▸ EXERCISE DIRECTIONS
What you give back should be exactly the opening lines of the data, ending with the line that contains "public record Suspects(List<Suspect>" and including it.

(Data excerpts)

BEGIN

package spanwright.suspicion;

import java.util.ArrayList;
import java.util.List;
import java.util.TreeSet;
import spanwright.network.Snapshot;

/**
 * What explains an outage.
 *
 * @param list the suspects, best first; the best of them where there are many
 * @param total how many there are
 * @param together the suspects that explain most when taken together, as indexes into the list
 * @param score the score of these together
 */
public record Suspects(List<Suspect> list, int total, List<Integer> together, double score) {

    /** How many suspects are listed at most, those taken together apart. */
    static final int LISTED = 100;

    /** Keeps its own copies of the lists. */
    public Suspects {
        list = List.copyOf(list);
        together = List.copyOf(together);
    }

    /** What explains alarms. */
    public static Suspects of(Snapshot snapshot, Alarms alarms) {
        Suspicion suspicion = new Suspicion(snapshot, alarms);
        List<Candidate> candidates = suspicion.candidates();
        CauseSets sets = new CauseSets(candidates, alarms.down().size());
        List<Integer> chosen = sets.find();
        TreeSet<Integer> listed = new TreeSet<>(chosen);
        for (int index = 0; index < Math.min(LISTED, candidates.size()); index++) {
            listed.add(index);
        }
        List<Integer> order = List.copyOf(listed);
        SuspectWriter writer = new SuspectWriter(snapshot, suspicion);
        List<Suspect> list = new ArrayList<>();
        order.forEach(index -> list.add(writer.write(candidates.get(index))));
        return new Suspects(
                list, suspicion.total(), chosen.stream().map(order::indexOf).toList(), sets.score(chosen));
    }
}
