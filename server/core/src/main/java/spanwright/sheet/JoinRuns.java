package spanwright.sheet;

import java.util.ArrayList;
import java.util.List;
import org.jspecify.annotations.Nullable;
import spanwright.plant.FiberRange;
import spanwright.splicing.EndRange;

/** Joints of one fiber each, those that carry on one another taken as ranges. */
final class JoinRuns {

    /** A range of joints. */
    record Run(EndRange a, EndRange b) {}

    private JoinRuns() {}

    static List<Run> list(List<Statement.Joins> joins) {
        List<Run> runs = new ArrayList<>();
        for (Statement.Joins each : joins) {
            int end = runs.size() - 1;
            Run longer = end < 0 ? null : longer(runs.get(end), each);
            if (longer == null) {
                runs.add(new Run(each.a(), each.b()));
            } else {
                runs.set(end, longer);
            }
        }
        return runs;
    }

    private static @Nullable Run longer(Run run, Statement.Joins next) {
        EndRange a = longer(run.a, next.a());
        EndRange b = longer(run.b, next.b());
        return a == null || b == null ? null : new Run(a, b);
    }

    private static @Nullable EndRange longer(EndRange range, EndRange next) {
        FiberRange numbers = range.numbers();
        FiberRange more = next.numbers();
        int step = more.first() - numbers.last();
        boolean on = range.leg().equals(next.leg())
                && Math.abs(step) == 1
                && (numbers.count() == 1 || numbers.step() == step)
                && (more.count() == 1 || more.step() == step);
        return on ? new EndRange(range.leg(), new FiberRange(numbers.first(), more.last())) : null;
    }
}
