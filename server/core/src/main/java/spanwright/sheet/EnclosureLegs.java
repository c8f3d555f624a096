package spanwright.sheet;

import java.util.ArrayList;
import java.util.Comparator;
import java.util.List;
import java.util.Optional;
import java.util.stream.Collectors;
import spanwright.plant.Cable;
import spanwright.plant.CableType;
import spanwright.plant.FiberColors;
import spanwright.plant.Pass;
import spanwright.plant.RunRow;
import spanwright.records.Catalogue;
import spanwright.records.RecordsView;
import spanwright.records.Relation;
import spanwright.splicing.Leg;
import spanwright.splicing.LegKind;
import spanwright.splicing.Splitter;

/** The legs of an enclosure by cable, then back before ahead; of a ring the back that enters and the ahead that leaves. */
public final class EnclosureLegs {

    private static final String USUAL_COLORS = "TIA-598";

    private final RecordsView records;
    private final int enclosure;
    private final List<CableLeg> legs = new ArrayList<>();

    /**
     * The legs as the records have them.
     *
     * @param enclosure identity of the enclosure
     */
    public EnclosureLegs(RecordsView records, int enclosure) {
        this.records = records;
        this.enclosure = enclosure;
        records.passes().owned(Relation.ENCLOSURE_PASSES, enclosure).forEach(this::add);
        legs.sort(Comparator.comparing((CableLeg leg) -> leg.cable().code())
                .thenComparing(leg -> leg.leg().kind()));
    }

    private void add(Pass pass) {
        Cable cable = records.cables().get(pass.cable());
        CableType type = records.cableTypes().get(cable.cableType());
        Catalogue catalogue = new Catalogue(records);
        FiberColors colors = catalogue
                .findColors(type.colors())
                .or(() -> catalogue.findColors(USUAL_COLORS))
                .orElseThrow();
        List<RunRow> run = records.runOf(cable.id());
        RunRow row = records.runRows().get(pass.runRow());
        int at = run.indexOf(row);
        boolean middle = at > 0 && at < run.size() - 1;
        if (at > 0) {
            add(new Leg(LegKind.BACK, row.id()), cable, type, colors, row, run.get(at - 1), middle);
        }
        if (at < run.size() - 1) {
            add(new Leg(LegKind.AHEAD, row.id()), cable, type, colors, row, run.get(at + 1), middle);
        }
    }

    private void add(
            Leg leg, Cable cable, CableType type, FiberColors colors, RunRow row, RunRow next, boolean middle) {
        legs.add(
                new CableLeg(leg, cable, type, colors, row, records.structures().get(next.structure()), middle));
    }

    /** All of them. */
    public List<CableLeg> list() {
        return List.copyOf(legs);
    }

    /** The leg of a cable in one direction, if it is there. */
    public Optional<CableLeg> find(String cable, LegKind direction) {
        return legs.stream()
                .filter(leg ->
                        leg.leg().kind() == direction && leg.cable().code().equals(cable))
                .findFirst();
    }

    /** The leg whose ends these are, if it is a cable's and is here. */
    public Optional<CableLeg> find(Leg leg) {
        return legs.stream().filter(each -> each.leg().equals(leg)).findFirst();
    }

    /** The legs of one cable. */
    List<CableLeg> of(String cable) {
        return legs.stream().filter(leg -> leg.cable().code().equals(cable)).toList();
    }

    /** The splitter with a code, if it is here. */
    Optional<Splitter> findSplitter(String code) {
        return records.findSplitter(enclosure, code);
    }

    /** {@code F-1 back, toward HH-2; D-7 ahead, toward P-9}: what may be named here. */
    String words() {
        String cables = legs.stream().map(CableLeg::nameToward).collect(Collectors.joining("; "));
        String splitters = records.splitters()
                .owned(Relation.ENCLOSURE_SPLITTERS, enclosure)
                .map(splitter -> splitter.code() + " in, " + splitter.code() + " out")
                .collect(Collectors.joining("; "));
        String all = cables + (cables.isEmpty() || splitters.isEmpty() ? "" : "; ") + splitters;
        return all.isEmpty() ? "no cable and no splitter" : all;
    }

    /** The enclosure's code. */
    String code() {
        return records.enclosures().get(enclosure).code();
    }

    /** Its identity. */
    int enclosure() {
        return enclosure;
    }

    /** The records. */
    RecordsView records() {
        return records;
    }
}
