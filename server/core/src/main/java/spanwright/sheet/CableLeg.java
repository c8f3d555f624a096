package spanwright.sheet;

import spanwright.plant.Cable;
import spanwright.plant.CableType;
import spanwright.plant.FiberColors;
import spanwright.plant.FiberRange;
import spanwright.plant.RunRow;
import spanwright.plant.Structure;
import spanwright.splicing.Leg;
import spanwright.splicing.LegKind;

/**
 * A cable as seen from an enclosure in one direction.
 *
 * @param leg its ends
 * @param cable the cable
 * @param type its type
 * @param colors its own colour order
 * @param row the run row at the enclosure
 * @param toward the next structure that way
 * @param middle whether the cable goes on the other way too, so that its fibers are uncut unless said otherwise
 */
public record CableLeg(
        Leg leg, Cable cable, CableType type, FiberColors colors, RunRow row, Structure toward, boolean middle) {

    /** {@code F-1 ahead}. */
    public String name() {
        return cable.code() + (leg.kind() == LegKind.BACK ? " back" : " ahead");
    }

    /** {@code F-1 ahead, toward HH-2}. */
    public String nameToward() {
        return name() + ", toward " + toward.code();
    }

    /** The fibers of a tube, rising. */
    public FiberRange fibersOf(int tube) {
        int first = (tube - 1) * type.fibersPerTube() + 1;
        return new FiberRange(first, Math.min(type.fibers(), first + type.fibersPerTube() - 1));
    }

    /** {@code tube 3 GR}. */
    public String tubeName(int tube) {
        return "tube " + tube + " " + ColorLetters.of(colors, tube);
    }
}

END

▸ RESPONSE AREA
package spanwright.suspicion;

import java.util.ArrayList;
import java.util.List;
import java.util.TreeSet;
import spanwright.network.Snapshot;

/**
 * What explains an outage.
 *
 * @param list the suspects, best first; the best of them where there are many
 * @param total how many there are
 * @param together the suspects that explain most when taken together, as indexes into the list
 * @param score the score of these together
 */
public record Suspects(List<Suspect> list, int total, List<Integer> together, double score) {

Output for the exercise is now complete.